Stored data
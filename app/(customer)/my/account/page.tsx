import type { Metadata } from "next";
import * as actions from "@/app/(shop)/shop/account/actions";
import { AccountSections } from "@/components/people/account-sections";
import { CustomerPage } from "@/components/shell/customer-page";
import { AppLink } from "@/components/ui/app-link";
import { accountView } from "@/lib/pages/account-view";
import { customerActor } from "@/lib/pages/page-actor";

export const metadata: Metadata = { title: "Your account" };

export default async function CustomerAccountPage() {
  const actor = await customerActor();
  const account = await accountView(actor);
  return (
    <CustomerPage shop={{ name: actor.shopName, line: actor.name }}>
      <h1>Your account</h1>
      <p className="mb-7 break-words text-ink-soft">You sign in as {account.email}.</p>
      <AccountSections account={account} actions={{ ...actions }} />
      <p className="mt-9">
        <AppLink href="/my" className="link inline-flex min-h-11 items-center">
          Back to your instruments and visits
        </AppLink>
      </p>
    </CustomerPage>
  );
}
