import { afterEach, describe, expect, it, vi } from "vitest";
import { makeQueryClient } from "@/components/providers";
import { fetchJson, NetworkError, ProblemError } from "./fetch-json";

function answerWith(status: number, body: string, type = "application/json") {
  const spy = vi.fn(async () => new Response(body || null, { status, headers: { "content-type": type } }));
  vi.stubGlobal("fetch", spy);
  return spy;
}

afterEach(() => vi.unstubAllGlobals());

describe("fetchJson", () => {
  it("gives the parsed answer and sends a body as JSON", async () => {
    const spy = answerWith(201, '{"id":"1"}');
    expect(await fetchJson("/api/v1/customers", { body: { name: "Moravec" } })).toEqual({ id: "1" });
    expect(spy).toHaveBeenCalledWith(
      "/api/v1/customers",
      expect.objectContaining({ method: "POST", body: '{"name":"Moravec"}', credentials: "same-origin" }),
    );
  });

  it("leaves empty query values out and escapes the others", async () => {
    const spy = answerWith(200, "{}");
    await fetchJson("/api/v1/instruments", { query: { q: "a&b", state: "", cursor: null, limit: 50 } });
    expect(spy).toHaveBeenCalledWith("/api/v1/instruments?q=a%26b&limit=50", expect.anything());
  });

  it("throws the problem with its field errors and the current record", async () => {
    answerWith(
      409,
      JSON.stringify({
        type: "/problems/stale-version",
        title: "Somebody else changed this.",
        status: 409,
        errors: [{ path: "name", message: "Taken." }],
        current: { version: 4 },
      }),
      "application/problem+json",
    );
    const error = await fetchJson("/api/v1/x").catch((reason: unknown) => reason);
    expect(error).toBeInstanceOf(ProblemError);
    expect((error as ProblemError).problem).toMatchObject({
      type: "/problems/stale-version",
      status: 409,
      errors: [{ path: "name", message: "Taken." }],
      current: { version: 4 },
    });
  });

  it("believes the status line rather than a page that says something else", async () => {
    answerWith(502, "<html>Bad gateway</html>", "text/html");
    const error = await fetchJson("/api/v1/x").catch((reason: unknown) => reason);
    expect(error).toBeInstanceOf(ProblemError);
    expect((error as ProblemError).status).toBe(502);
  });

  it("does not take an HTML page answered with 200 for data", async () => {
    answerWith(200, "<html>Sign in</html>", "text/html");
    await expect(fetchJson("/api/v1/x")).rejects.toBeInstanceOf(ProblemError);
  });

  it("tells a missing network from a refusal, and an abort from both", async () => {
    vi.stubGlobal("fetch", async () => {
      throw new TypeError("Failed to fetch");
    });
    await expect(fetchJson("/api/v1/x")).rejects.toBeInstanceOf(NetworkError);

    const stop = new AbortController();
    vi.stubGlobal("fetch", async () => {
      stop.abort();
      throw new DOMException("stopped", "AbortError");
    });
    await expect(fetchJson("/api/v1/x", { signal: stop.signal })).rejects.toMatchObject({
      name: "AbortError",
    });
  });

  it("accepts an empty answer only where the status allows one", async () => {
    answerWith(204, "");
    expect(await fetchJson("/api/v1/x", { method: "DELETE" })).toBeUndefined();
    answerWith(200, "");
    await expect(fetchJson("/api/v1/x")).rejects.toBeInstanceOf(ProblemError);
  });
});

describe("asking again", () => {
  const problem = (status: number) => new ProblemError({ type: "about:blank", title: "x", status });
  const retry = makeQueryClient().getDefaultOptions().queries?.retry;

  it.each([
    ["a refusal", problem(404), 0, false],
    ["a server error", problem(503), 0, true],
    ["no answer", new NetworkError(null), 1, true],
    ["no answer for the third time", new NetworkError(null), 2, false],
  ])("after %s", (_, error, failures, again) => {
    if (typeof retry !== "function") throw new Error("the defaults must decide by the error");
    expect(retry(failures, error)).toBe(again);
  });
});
---
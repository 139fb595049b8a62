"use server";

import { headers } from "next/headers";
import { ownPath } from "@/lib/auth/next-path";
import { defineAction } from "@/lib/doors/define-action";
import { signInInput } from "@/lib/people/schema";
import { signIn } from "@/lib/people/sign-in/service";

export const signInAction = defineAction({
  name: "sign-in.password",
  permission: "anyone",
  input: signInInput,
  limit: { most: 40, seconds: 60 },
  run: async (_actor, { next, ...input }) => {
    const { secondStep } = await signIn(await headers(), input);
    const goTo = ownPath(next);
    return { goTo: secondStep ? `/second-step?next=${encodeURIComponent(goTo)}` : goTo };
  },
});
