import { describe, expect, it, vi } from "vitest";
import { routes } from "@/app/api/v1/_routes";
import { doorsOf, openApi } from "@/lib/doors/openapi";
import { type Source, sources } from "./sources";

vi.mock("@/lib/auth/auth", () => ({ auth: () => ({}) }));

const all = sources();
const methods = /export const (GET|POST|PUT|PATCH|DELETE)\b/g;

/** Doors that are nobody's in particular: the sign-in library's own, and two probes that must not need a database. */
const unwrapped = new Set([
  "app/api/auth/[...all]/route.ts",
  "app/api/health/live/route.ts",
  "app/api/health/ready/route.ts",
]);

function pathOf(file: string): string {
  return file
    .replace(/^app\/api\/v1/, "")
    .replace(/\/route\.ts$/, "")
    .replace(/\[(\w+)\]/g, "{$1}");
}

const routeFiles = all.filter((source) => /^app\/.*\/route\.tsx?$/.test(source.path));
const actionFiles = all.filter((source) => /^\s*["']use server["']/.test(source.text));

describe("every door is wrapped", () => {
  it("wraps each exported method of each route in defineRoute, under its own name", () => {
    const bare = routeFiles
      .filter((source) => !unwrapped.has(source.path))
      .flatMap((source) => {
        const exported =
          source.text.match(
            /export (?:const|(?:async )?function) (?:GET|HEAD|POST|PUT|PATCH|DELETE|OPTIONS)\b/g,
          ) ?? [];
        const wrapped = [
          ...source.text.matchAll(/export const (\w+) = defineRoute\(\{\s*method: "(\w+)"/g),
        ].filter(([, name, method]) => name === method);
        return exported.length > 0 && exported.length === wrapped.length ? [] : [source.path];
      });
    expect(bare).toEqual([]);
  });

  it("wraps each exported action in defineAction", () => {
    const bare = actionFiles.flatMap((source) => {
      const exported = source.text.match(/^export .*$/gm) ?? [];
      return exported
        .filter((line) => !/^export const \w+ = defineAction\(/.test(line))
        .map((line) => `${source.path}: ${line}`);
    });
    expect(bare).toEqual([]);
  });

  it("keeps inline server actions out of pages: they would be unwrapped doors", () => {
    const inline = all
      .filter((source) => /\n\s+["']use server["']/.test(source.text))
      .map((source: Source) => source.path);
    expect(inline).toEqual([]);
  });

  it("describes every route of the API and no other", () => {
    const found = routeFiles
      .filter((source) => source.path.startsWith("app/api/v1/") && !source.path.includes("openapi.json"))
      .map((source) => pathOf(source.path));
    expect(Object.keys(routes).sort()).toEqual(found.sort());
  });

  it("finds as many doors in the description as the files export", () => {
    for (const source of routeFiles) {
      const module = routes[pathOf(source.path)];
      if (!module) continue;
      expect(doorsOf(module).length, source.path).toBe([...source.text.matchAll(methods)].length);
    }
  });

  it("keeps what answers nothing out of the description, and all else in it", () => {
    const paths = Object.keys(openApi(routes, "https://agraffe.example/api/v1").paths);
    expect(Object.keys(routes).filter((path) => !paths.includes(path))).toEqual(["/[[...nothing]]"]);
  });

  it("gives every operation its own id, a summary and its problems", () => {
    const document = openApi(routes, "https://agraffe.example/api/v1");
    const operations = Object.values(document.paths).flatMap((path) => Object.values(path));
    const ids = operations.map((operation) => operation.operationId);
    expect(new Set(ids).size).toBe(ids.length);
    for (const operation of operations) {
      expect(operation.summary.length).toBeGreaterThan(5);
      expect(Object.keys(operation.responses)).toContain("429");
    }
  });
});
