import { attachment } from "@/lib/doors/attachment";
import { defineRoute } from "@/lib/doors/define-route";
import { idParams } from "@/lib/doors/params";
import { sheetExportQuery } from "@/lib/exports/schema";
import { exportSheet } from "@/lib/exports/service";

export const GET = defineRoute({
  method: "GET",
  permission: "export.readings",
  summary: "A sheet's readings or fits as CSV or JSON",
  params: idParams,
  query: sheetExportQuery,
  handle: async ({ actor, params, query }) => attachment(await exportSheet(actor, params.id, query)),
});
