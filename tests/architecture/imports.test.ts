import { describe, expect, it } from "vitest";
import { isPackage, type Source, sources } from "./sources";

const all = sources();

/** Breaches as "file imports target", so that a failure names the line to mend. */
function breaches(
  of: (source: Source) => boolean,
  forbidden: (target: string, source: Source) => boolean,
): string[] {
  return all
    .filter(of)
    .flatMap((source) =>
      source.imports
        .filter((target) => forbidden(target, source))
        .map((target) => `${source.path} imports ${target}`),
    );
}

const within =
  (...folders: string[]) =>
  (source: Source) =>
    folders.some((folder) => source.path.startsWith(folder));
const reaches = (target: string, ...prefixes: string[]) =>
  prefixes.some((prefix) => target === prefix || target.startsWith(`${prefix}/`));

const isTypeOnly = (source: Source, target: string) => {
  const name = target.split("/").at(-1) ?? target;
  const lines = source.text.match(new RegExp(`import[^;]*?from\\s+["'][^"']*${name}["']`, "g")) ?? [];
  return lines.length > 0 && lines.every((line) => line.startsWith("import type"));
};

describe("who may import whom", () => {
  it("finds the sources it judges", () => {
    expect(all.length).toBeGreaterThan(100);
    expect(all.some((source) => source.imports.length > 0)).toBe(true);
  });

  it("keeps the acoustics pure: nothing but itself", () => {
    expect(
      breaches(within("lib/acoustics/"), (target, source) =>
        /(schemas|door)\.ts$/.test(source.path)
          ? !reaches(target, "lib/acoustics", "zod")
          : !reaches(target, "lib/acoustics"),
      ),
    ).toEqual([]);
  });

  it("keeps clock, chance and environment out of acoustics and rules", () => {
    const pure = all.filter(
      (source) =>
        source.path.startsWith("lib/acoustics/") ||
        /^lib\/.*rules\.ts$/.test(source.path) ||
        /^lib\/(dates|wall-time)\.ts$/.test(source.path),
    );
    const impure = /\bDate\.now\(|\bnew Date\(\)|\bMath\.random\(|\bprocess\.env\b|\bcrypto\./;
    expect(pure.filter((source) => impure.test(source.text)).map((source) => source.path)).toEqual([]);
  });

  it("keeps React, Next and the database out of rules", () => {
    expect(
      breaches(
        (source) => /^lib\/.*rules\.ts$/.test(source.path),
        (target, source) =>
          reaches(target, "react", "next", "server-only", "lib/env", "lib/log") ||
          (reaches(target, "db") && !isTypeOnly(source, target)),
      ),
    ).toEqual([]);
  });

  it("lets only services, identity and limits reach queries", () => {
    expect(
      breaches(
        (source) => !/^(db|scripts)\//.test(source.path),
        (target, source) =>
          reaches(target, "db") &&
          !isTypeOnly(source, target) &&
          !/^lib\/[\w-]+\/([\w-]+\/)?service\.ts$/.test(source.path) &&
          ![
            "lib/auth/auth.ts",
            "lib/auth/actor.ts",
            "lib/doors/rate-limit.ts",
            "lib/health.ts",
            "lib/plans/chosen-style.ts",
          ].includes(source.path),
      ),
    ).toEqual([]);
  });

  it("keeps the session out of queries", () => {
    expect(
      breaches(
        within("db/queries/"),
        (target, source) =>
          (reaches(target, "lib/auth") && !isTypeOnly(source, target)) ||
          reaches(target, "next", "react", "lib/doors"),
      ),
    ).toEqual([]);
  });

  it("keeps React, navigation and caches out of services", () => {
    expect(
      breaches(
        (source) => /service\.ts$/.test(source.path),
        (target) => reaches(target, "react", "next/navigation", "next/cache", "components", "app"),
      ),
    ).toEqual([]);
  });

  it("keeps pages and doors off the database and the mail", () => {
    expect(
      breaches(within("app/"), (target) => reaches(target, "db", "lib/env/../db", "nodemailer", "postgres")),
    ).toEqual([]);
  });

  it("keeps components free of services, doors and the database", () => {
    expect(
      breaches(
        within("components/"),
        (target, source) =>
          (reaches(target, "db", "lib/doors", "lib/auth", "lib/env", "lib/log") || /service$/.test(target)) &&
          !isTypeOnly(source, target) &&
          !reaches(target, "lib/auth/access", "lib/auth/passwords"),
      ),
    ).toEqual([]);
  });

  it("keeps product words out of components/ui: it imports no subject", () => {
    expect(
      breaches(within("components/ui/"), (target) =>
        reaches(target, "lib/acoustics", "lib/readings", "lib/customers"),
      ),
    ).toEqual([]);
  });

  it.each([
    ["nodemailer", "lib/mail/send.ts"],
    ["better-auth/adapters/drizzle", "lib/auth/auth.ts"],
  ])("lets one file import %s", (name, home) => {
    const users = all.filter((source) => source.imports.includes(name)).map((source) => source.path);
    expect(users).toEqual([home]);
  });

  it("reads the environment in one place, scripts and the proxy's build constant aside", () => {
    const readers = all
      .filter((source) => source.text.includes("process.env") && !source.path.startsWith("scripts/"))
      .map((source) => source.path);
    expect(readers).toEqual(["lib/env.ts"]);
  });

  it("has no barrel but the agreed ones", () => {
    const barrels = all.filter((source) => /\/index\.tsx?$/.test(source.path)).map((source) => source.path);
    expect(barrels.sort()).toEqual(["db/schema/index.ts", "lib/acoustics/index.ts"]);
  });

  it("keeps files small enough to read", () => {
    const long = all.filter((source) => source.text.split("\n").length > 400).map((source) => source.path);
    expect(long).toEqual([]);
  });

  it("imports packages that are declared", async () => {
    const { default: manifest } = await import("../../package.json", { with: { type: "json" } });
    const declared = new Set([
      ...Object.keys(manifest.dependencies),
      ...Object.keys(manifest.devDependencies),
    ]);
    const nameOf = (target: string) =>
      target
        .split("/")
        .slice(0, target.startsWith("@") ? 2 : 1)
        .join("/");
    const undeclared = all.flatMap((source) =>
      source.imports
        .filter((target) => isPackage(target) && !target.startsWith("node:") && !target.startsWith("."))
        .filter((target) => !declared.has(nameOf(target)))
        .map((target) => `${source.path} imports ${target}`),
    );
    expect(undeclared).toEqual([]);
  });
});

Work required: The required answer is the exact run of lines above starting at the line with "filename app/(customer)/my/account/page.tsx" and ending at the line with "export default async", with both ends present.

Answer area:
filename app/(customer)/my/account/page.tsx
import type { Metadata } from "next";
import * as actions from "@/app/(shop)/shop/account/actions";
import { AccountSections } from "@/components/people/account-sections";
import { CustomerPage } from "@/components/shell/customer-page";
import { AppLink } from "@/components/ui/app-link";
import { accountView } from "@/lib/pages/account-view";
import { customerActor } from "@/lib/pages/page-actor";

export const metadata: Metadata = { title: "Your account" };

export default async function CustomerAccountPage() {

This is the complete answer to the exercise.